A trade dispute pits South Africa and the European Union over pests that affect South African citrus.
Large amounts of South African oranges are inaccessible to the European market. They have been stranded in port for her three weeks and face destruction as South Africa and the European Union clash over the application of new health measures.
South Africa, the world’s second largest exporter of fresh citrus fruits after Spain, filed a complaint with the World Trade Organization (WTO) when the EU introduced these phytosanitary regulations.Enacted At the height of the orange season, they surprised growers.
According to the Citrus Growers Association of South Africa (CGA), the new measures took effect on 14 July 2022, when ships carrying hundreds of full containers of South African fruit bound for Europe had already set sail. did.
Measures deemed “excessive”
3.2 million boxes of citrus fruit worth approximately €35 million were left with invalid documents upon arrival. South African Producers Association CEO Justin Chadwick said the South African government hastily issued new dossiers for shipments meeting the new standards, but hundreds of containers had to be scrapped. .
EU regulations aim to address the potential spread of the parasite Haumatotibia leucotreta (or codling moth).
In Brussels, all European table oranges must be extremely cold treated and kept at a temperature of no more than 2 degrees Celsius for 25 days. According to South African growers, this is not necessary. Because the country already has more targeted measures to prevent infection.
“Although the systems already in place include cold processing, which is subject to risks, the EU measures are general measures involving all oranges.”Justin Chadwick, CEO, Citrus Growers Association of South Africa
The purpose of phytosanitary standards is to protect the EU. “If this pest becomes established, it could have a significant impact on agriculture and the environment.” In Europe, according to a spokesperson for the European Commission.
South Africa, in its complaint to the WTO, argues that European requirements do not apply. “Not based on scientific data”,what is it “Discriminatory” When “excess”.
Sectors ‘under pressure’
In addition, South African officials say these new standards will put more stress on an already tested sector. “Our industry is under pressure. For us, this is the year of survival.”Justin Chadwick explains.

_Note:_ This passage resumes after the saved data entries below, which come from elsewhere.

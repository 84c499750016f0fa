// diff on two sift runs of generated crystals with a known overlap (src/demo/landscape.ts): run A holds three
// copies (standard, other cell, P1) of packings SA, run B three other copies (symbol only, P1 supercell, other
// setting; each with its own optimiser-like noise) of packings SB with energies shifted per packing, as after a
// re-optimisation with another energy model. The generator's truth says which packing every block is, so the
// expected classification is known exactly. The packings include two close distinct pairs (within 0.1 kJ/mol
// and 0.005 g/cm3): one pair shared whole, one split so that A holds both partners and B only one.
// Spearman's correlation is checked against scipy.stats.spearmanr (SciPy, run live in python3) to 1e-12.
import { spawnSync } from 'node:child_process';
import { mkdtempSync, writeFileSync } from 'node:fs';
import { tmpdir } from 'node:os';
import { join } from 'node:path';
import { describe, expect, it } from 'vitest';
import { generateLandscape } from '../src/demo/landscape.js';
import { readCifText } from '../src/io/read.js';
import { sift } from '../src/landscape/sift.js';
import { diffLandscapes } from '../src/landscape/diff.js';

const gen = generateLandscape({ seed: 11, packings: 8, copiesPerPacking: 6, closePairs: 2 });
const SA = [0, 1, 2, 3, 4, 6, 7];
const SB = [0, 1, 2, 3, 5, 6];
const KINDS_A = ['standard', 'other-cell', 'p1'];
const KINDS_B = ['symbol-only', 'p1-supercell', 'other-setting'];
/** Energy change per packing in run B (kJ/mol): an invented re-ranking, large enough to swap some ranks. */
const shiftB = (p: number) => 3 * Math.sin(1.7 * p + 0.3);

const texts = readCifText(gen.cif, 'generated.cif').map((r) => {
  if (r.kind !== 'record') throw new Error(`generated block rejected: ${r.rejected.reason}`);
  return r.record.text;
});
const packingOf = new Map(gen.ids.map((id, i) => [id, gen.truth[i]]));

function writeRun(dir: string, packings: number[], kinds: string[], shift: (p: number) => number): string[] {
  const blocks: string[] = [];
  const csv = ['id,energy'];
  gen.ids.forEach((id, i) => {
    const p = gen.truth[i];
    if (!packings.includes(p) || !kinds.includes(gen.kinds[i])) return;
    blocks.push(texts[i]);
    csv.push(`${id},${(gen.energiesKjPerMol[i] + shift(p)).toFixed(4)}`);
  });
  writeFileSync(join(dir, 'run.cif'), blocks.join('\n'));
  writeFileSync(join(dir, 'energies.csv'), csv.join('\n') + '\n');
  return [join(dir, 'run.cif'), join(dir, 'energies.csv')];
}

describe('diff of two sifted generated runs with known overlap', async () => {
  const root = mkdtempSync(join(tmpdir(), 'polysift-diff-gen-'));
  const dirA = join(root, 'a');
  const dirB = join(root, 'b');
  for (const d of [dirA, dirB]) spawnSync('mkdir', ['-p', d]);
  const [cifA, eA] = writeRun(dirA, SA, KINDS_A, () => 0);
  const [cifB, eB] = writeRun(dirB, SB, KINDS_B, shiftB);
  const runA = (await sift({ inputs: [cifA], energiesFile: eA, threads: 2, cacheDir: null })).landscape;
  const runB = (await sift({ inputs: [cifB], energiesFile: eB, threads: 2, cacheDir: null })).landscape;
  const d = await diffLandscapes(runA, runB, dirA, dirB, { threads: 2 });

  it('sifted each run to one kept structure per packing (precondition from sift)', () => {
    expect(runA.kept.map((i) => packingOf.get(runA.structures[i].id)).sort()).toEqual(SA);
    expect(runB.kept.map((i) => packingOf.get(runB.structures[i].id)).sort()).toEqual(SB);
  });

  it('classifies every kept structure exactly as the truth says, partners included', () => {
    const shared = SA.filter((p) => SB.includes(p));
    expect(d.counts).toEqual({ both: shared.length, onlyA: SA.length - shared.length, onlyB: SB.length - shared.length, keptA: SA.length, keptB: SB.length, flatSplit: 0, otherChemistry: 0 });
    for (const s of d.structures) {
      const p = packingOf.get(s.id) as number;
      const inOther = s.run === 'A' ? SB.includes(p) : SA.includes(p);
      expect(s.presence, `${s.run} ${s.id} (packing ${p})`).toBe(inOther ? 'both' : s.run === 'A' ? 'only-A' : 'only-B');
      if (inOther) expect(packingOf.get(s.partner as string)).toBe(p);
      else expect(s.partner).toBeNull();
    }
    // The close partner of packing 1 (packing 7) is only in A: its nearest in B is packing 1, but that is taken.
    const seven = d.structures.find((s) => s.run === 'A' && packingOf.get(s.id) === 7)!;
    expect(packingOf.get(seven.nearestOther as string)).toBe(1);
    expect(seven.nearestOtherDistance).toBeGreaterThan(d.toleranceAngstrom);
  });

  it('gives each matched pair its energy ranks and the per-packing energy shift', () => {
    for (const p of d.pairs) {
      const packing = packingOf.get(p.idA) as number;
      const rankIn = (l: typeof runA, id: string) => {
        const e = l.structures.find((s) => s.id === id)!.energy as number;
        return 1 + l.kept.filter((i) => (l.structures[i].energy as number) < e).length;
      };
      expect(p.rankA).toBe(rankIn(runA, p.idA));
      expect(p.rankB).toBe(rankIn(runB, p.idB));
      // absolute shift = packing shift + the two copies' own energy noise (generator: 0.02 kJ/mol sd; 4 decimals written)
      expect(Math.abs((p.energyShift as number) - shiftB(packing))).toBeLessThan(0.2);
    }
  });

  it("agrees with scipy.stats.spearmanr over the matched pairs' energies to 1e-12", () => {
    const x = d.pairs.map((p) => p.energyRelA as number);
    const y = d.pairs.map((p) => p.energyRelB as number);
    const script = 'import json,sys\nfrom scipy.stats import spearmanr\nd=json.load(sys.stdin)\nprint(repr(float(spearmanr(d[0], d[1]).statistic)))';
    const py = spawnSync('python3', ['-c', script], { input: JSON.stringify([x, y]), encoding: 'utf8' });
    if (py.status !== 0) throw new Error(`python3 with scipy is needed for this check: ${py.stderr || py.error}`);
    expect(d.spearmanPairs).toBe(5);
    expect(Math.abs((d.spearman as number) - Number(py.stdout.trim()))).toBeLessThan(1e-12);
  });
});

“It adds costs, and now it’s something no producer in the world can afford.”claims Hannes de Waal, who runs a nearly century-old Sundays River Citrus farm in the southeastern part of the country. − at the beginning of The company, which owns more than 7,000 hectares of orange, clementine and lemon trees, has already seen revenues dwindle due to rising transportation costs since the pandemic. Add to this the increase in fertilizer prices due to the war in Ukraine.
Europe is the largest market for South African citrus. The sector employs more than 120,000 people in South Africa, where more than one in three is unemployed.
CEO of the South African Citrus Growers Association, “common sense” Prioritize and find fast solutions. He has 60 days for the parties to negotiate a solution. Failing this, the claimant may request arbitration by a panel. The EU “Compatibility of the measures with WTO rules”.